Frank Mulcare

Personal information
- Full name: Francis Gerard Mulcare
- Born: Ngahere, West Coast

Playing information
- Position: Second-row
Club
| Years | Team | Pld | T | G | FG | P |
|  | Ngahere (WCRL) |  |  |  |  |  |
Representative
| Years | Team | Pld | T | G | FG | P |
| 1949 | West Coast |  |  |  |  |  |
|  | South Island |  |  |  |  |  |
| 1951–56 | New Zealand |  |  |  |  |  |
| 1953 | American All Stars |  |  |  |  |  |
- Source:

= Frank Mulcare =

New Zealand & US international rugby league footballer

Frank Mulcare is a New Zealand rugby league player who represented New Zealand.

==Playing career==
Born in Ngahere, Mulcare was a farmer.

Mulcare played for the Ngahere club and represented the West Coast and South Island.

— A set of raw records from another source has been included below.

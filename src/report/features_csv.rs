//! `rotorsift features` CSV: one row per track — identifiers (prefixed `id_` so peers
//! can drop them), the matched label (empty if none), then every feature in order.

use crate::features::FEATURES;

/// One row of the CSV.
#[derive(Debug, Clone)]
pub struct FeatureRow {
    pub recording: String,
    pub track: usize,
    pub start_s: f64,
    pub end_s: f64,
    pub range_m: f64,
    pub target_id: Option<String>,
    pub label: Option<String>,
    pub features: Vec<f64>,
}

/// Quotes a CSV field when it holds a comma, quote or newline (RFC 4180).
fn field(s: &str) -> String {
    if s.contains([',', '"', '\n', '\r']) {
        format!("\"{}\"", s.replace('"', "\"\""))
    } else {
        s.to_string()
    }
}

/// The CSV text: header and rows.
pub fn to_csv(rows: &[FeatureRow]) -> String {
    let mut out = String::from("recording,label,id_track,id_start_s,id_end_s,id_range_m,id_target");
    for f in FEATURES {
        out.push(',');
        out.push_str(f.name);
    }
    out.push('\n');
    for r in rows {
        out.push_str(&format!(
            "{},{},{},{:.4},{:.4},{:.2},{}",
            field(&r.recording),
            field(r.label.as_deref().unwrap_or("")),
            r.track,
            r.start_s,
            r.end_s,
            r.range_m,
            field(r.target_id.as_deref().unwrap_or(""))
        ));
        for v in &r.features {
            out.push_str(&format!(",{v:.6}"));
        }
        out.push('\n');
    }
    out
}

/// The summary line `features` prints on stderr.
pub fn summary(tracks: usize, recordings: usize, out: &std::path::Path) -> String {
    format!(
        "rotorsift: {} track{} from {} recording{} written to {}",
        tracks,
        if tracks == 1 { "" } else { "s" },
        recordings,
        if recordings == 1 { "" } else { "s" },
        out.display()
    )
}
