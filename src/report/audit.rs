//! The audit page: `DIR/index.html`, one self-contained HTML file (no scripts, no outside
//! resources) listing the doubtful tracks (and every hovering rotorcraft) with their
//! physical estimates, the model's top features, their pictures (`DIR/img/*.png`) and the
//! `rotorsift plot` command lines that redraw them.

use std::collections::{BTreeMap, BTreeSet};
use std::fmt::Write;

use super::plot::PictureKind;

/// The reason given to a hovering track labelled rotorcraft.
pub const HOVERING_ROTORCRAFT: &str = "hovering rotorcraft";

/// The selection rules in force, as the page's header states them.
#[derive(Debug, Clone, Default, PartialEq)]
pub struct AuditRules {
    /// Tracks whose confidence is below this are listed.
    pub low_confidence: f64,
    /// Tracks whose bird and rotorcraft probabilities are both at least this are listed.
    pub bird_rotor_doubt: f64,
    /// Every track predicted this class is listed instead of the doubtful ones.
    pub predicted: Option<String>,
    /// This one track only: (recording name, track id).
    pub track: Option<(String, usize)>,
}

/// One listed track.
#[derive(Debug, Clone)]
pub struct AuditEntry {
    pub recording: String,
    /// The recording's base name (no `.sigmf-meta`): `RECORDING` of `--track RECORDING:ID`.
    pub name: String,
    /// `core:datetime` of the recording, when it has one.
    pub datetime: Option<String>,
    /// Channel the analysis read (for the redraw command lines).
    pub channel: usize,
    pub track_id: usize,
    pub start_s: f64,
    pub end_s: f64,
    pub range_m: f64,
    pub radial_velocity_mps: f64,
    pub snr_db: f64,
    pub hovering: bool,
    pub blade_flash_hz: Option<f64>,
    pub tip_speed_mps: Option<f64>,
    /// True when the tip speed sits at the unambiguous speed (a lower bound).
    pub tip_speed_is_bound: bool,
    /// Harmonic-sum strength of the blade flashes, dB (blanked with the other rotor
    /// figures for a track not taken to show a rotor).
    pub blade_flash_strength_db: Option<f64>,
    /// Wingbeat-band cadence (`cadence_low_hz`) and its strength, dB.
    pub wingbeat_hz: Option<f64>,
    pub wingbeat_strength_db: Option<f64>,
    /// Share of the track's CPIs found only inside the canceller notch.
    pub notch_share: f64,
    /// The model's most important features with this track's values: (name, unit, value).
    pub top_features: Vec<(&'static str, &'static str, f64)>,
    /// The matched annotation's label and target id, if any.
    pub truth: Option<String>,
    pub target_id: Option<String>,
    /// The predicted class (`unknown` under `--min-confidence`), its confidence and the
    /// class probabilities.
    pub label: String,
    pub confidence: f64,
    pub probabilities: BTreeMap<String, f64>,
    /// Whether the track is taken to show a rotor (the pipeline's rule: no rotor figures
    /// for bird or clutter); the rotor fields are already blanked when not.
    pub shows_rotor: bool,
    pub reasons: Vec<String>,
    /// Picture files, relative to the audit directory, with their kind.
    pub pictures: Vec<(PictureKind, String)>,
    /// Doubt score: misclassified first, then by lowest confidence.
    pub score: f64,
}

/// The audit's result.
#[derive(Debug, Clone, Default)]
pub struct Audit {
    pub model: String,
    pub recordings: usize,
    pub tracks: usize,
    pub matched: usize,
    /// Track-level counts (true label, predicted) over matched tracks.
    pub confusion: BTreeMap<(String, String), usize>,
    pub entries: Vec<AuditEntry>,
    /// The selection rules in force, for the page's header.
    pub rules: AuditRules,
}

/// Escapes text for HTML.
pub fn escape(s: &str) -> String {
    let mut o = String::with_capacity(s.len());
    for c in s.chars() {
        match c {
            '&' => o.push_str("&amp;"),
            '<' => o.push_str("&lt;"),
            '>' => o.push_str("&gt;"),
            '"' => o.push_str("&quot;"),
            '\'' => o.push_str("&#39;"),
            _ => o.push(c),
        }
    }
    o
}

const STYLE: &str = "body{font-family:sans-serif;margin:1.5em auto;max-width:1020px;color:#123;line-height:1.35}\
table{border-collapse:collapse;margin:.3em 0}td,th{border:1px solid #9ab;padding:3px 8px;text-align:right}\
th{background:#dfe8ee;font-weight:normal}td.l,th.l{text-align:left}\
.track{margin:1.4em 0;padding:.6em .9em;border:1px solid #9ab;border-top:4px solid #246;border-radius:4px}\
.track h3{margin:.2em 0}.why{color:#a30;font-weight:bold}.when{color:#456}\
.pics img{width:480px;max-width:100%;margin:2px;border:1px solid #ccd}.note{color:#456;font-size:90%}\
pre{background:#f3f6f8;padding:.4em;overflow-x:auto;font-size:85%}dt{font-weight:bold}dd{margin:0 0 .4em 1.2em}";

fn opt(v: Option<f64>, dec: usize) -> String {
    v.map(|x| format!("{x:.dec$}"))
        .unwrap_or_else(|| "-".into())
}

/// A word for the shell: as it is when it holds only safe characters, else in single
/// quotes.
fn shell_word(s: &str) -> String {
    if !s.is_empty()
        && s.chars()
            .all(|c| c.is_ascii_alphanumeric() || "-_./:=+,@".contains(c))
    {
        s.to_string()
    } else {
        format!("'{}'", s.replace('\'', "'\\''"))
    }
}

/// The command line that redraws one picture of a listed track with `rotorsift plot`.
/// Only the options every picture needs; any other `plot` option can be added to it.
pub fn plot_command(e: &AuditEntry, kind: PictureKind) -> String {
    let mut c = format!(
        "rotorsift plot {} --kind {} --track {} --out {}",
        shell_word(&e.recording),
        kind.name(),
        e.track_id,
        shell_word(&format!("{}-t{}-{}.png", e.name, e.track_id, kind.name()))
    );
    if e.channel != 0 {
        c.push_str(&format!(" --channel {}", e.channel));
    }
    c
}

/// Why tracks are listed, as the page's header says it.
fn rules(a: &Audit) -> String {
    let p = &a.rules;
    let mut h = String::from("<dl>");
    if let Some((rec, id)) = &p.track {
        let _ = write!(
            h,
            "<dt>asked for</dt><dd>the one track named with <code>--track {}:{id}</code>.</dd>",
            escape(rec)
        );
    } else if let Some(class) = &p.predicted {
        let _ = write!(
            h,
            "<dt>predicted {c}</dt><dd>every track the model labels <b>{c}</b> (<code>--predicted {c}</code>); the other reasons below are shown where they also hold.</dd>",
            c = escape(class)
        );
    }
    let _ = write!(
        h,
        "<dt>misclassified</dt><dd>the track matches an annotation whose label differs from the predicted class.</dd>\
<dt>low confidence</dt><dd>the largest class probability is under {:.2} (<code>--low-confidence</code>).</dd>\
<dt>bird or rotorcraft?</dt><dd>the bird and rotorcraft probabilities are both at least {:.2} (<code>--doubt</code>).</dd>\
<dt>{HOVERING_ROTORCRAFT}</dt><dd>labelled rotorcraft with a body radial speed under 0.5 m/s: every hovering drone is listed.</dd></dl>",
        p.low_confidence, p.bird_rotor_doubt
    );
    if p.track.is_some() || p.predicted.is_some() {
        h.push_str("<p class=\"note\">With <code>--track</code> or <code>--predicted</code> only those tracks are listed; the reasons above are shown on them where they hold.</p>");
    }
    h
}

/// The page.
pub fn to_html(a: &Audit, tool_version: &str) -> String {
    let mut h = String::new();
    let _ = write!(
        h,
        "<!DOCTYPE html>\n<html lang=\"en\"><head><meta charset=\"utf-8\">\
<meta name=\"viewport\" content=\"width=device-width, initial-scale=1\">\
<title>rotorsift audit</title><style>{STYLE}</style></head><body>\n\
<h1>rotorsift audit</h1>\n<p>Model <b>{}</b>, rotorsift {}. {} recording{}, {} track{}, {} matched to a label; \
<b>{} listed</b>. Decision support only: look at the pictures before acting on any label.</p>\n\
<h2>Why a track is listed</h2>\n{}\n\
<p class=\"note\">Velocities are radial, positive = receding (moving away), negative = approaching. \
SNR: mean detection SNR over the track's CPIs (strongest range-Doppler cell over its CFAR noise estimate). \
Rotor figures (flash rate, tip speed, flash strength, blade length) are left out for tracks labelled bird or clutter, as in <code>rotorsift classify</code>; \
a tip speed marked &ge; sits at the radar's unambiguous speed and is a lower bound. \
Each track is one element whose <code>data-track</code> attribute reads RECORDING:ID (the recording's name, and the id <code>detect</code> and <code>classify</code> print).</p>\n",
        escape(&a.model),
        escape(tool_version),
        a.recordings,
        if a.recordings == 1 { "" } else { "s" },
        a.tracks,
        if a.tracks == 1 { "" } else { "s" },
        a.matched,
        a.entries.len(),
        rules(a),
    );
    // Track-level confusion over matched tracks.
    let classes: BTreeSet<&String> = a.confusion.keys().flat_map(|(t, p)| [t, p]).collect();
    if !classes.is_empty() {
        h.push_str(
            "<h2>Matched tracks (rows labelled, columns predicted)</h2>\n<table><tr><th></th>",
        );
        for c in &classes {
            let _ = write!(h, "<th>{}</th>", escape(c));
        }
        h.push_str("</tr>\n");
        for t in &classes {
            let _ = write!(h, "<tr><th>{}</th>", escape(t));
            for p in &classes {
                let n = a
                    .confusion
                    .get(&((*t).clone(), (*p).clone()))
                    .copied()
                    .unwrap_or(0);
                let _ = write!(h, "<td>{n}</td>");
            }
            h.push_str("</tr>\n");
        }
        h.push_str("</table>\n<p class=\"note\">Track level: each track counts once; <code>rotorsift evaluate</code> scores targets (annotations) instead.</p>\n");
    }
    h.push_str("<h2>Listed tracks, most doubtful first</h2>\n");
    if a.entries.is_empty() {
        h.push_str("<p>None.</p>\n");
    }
    for e in &a.entries {
        entry_html(&mut h, e);
    }
    h.push_str("</body></html>\n");
    h
}

fn entry_html(h: &mut String, e: &AuditEntry) {
    let probs: Vec<String> = e
        .probabilities
        .iter()
        .map(|(k, v)| format!("{} {:.2}", escape(k), v))
        .collect();
    let key = format!("{}:{}", e.name, e.track_id);
    let _ = write!(
        h,
        "<div class=\"track\" data-track=\"{k}\" id=\"{k}\"><h3>{} &middot; track {}</h3>\n\
<p class=\"why\">{}</p>\n<p class=\"when\">{}{}</p>\n",
        escape(&e.name),
        e.track_id,
        escape(&e.reasons.join("; ")),
        escape(&e.recording),
        match &e.datetime {
            Some(d) => format!(" &middot; recorded {}", escape(d)),
            None => String::new(),
        },
        k = escape(&key),
    );
    let _ = write!(
        h,
        "<table><tr><th>start s</th><th>end s</th><th>range m</th><th>velocity m/s</th><th>SNR dB</th>\
<th>hovering</th><th class=\"l\">label</th><th class=\"l\">predicted</th><th>confidence</th>\
<th class=\"l\">probabilities</th></tr>\n<tr><td>{:.2}</td><td>{:.2}</td><td>{:.1}</td><td>{:+.2}</td><td>{:.1}</td>\
<td>{}</td><td class=\"l\">{}</td><td class=\"l\">{}</td><td>{:.2}</td><td class=\"l\">{}</td></tr></table>\n",
        e.start_s,
        e.end_s,
        e.range_m,
        e.radial_velocity_mps,
        e.snr_db,
        if !e.shows_rotor {
            "-"
        } else if e.hovering {
            "yes"
        } else {
            "no"
        },
        match (&e.truth, &e.target_id) {
            (Some(l), Some(id)) => format!("{} ({})", escape(l), escape(id)),
            (Some(l), None) => escape(l),
            _ => "-".into(),
        },
        escape(&e.label),
        e.confidence,
        probs.join(", ")
    );
    let tip = match e.tip_speed_mps {
        Some(v) if e.tip_speed_is_bound => format!("&ge;{v:.1}"),
        other => opt(other, 1),
    };
    let _ = write!(
        h,
        "<table><tr><th>blade-flash rate Hz</th><th>tip speed m/s</th><th>flash strength dB</th>\
<th>wingbeat cadence Hz</th><th>wingbeat strength dB</th><th>notch share</th></tr>\n\
<tr><td>{}</td><td>{}</td><td>{}</td><td>{}</td><td>{}</td><td>{:.2}</td></tr></table>\n",
        opt(e.blade_flash_hz, 1),
        tip,
        opt(e.blade_flash_strength_db, 1),
        opt(e.wingbeat_hz, 1),
        opt(e.wingbeat_strength_db, 1),
        e.notch_share,
    );
    if !e.top_features.is_empty() {
        h.push_str("<table><tr><th class=\"l\">the model's top features</th>");
        for (name, unit, _) in &e.top_features {
            let _ = write!(h, "<th>{} ({})</th>", escape(name), escape(unit));
        }
        h.push_str("</tr>\n<tr><td class=\"l\">this track</td>");
        for (_, _, v) in &e.top_features {
            let _ = write!(h, "<td>{v:.3}</td>");
        }
        h.push_str("</tr></table>\n");
    }
    if e.pictures.is_empty() {
        h.push_str("<p class=\"note\">No pictures (over the picture limit, or the track is too short).</p>\n");
    } else {
        h.push_str("<div class=\"pics\">");
        for (kind, file) in &e.pictures {
            let _ = write!(
                h,
                "<a href=\"{f}\"><img src=\"{f}\" alt=\"{k} of {key}\"></a>",
                f = escape(file),
                k = kind.name(),
                key = escape(&key),
            );
        }
        h.push_str("</div>\n<p class=\"note\">Redraw a picture (with the detection options of the model; the defaults for the built-in model):</p>\n<pre>");
        for (kind, _) in &e.pictures {
            let _ = writeln!(h, "{}", escape(&plot_command(e, *kind)));
        }
        h.push_str("</pre>\n");
    }
    h.push_str("</div>\n");
}

#[cfg(test)]
mod tests {
    use super::*;

    #[test]
    fn escapes_markup() {
        assert_eq!(
            escape("<a href=\"x\">&'"),
            "&lt;a href=&quot;x&quot;&gt;&amp;&#39;"
        );
    }

    #[test]
    fn empty_audit_says_none() {
        let a = Audit {
            model: "built-in".into(),
            ..Default::default()
        };
        let h = to_html(&a, "0.1.0");
        assert!(h.contains("<p>None.</p>") && h.ends_with("</html>\n"));
    }
}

He first made the New Zealand national rugby league team in 1951, being selected for the tour of Great Britain and France. He then toured Australia in 1952 and played in home test matches against Australia in 1953 and Great Britain in 1954.

In 1953 the American All Stars toured New Zealand. The squad had many injuries and so Mulcare was one of four New Zealanders who joined the touring squad.

Mulcare joined the New Zealand Police in 1958 and served for 16 years.

==Legacy==
Mulcare was named in the West Coast's 75th Jubilee team in 1989. He was named by the New Zealand Rugby League as a Legend of League in 2007.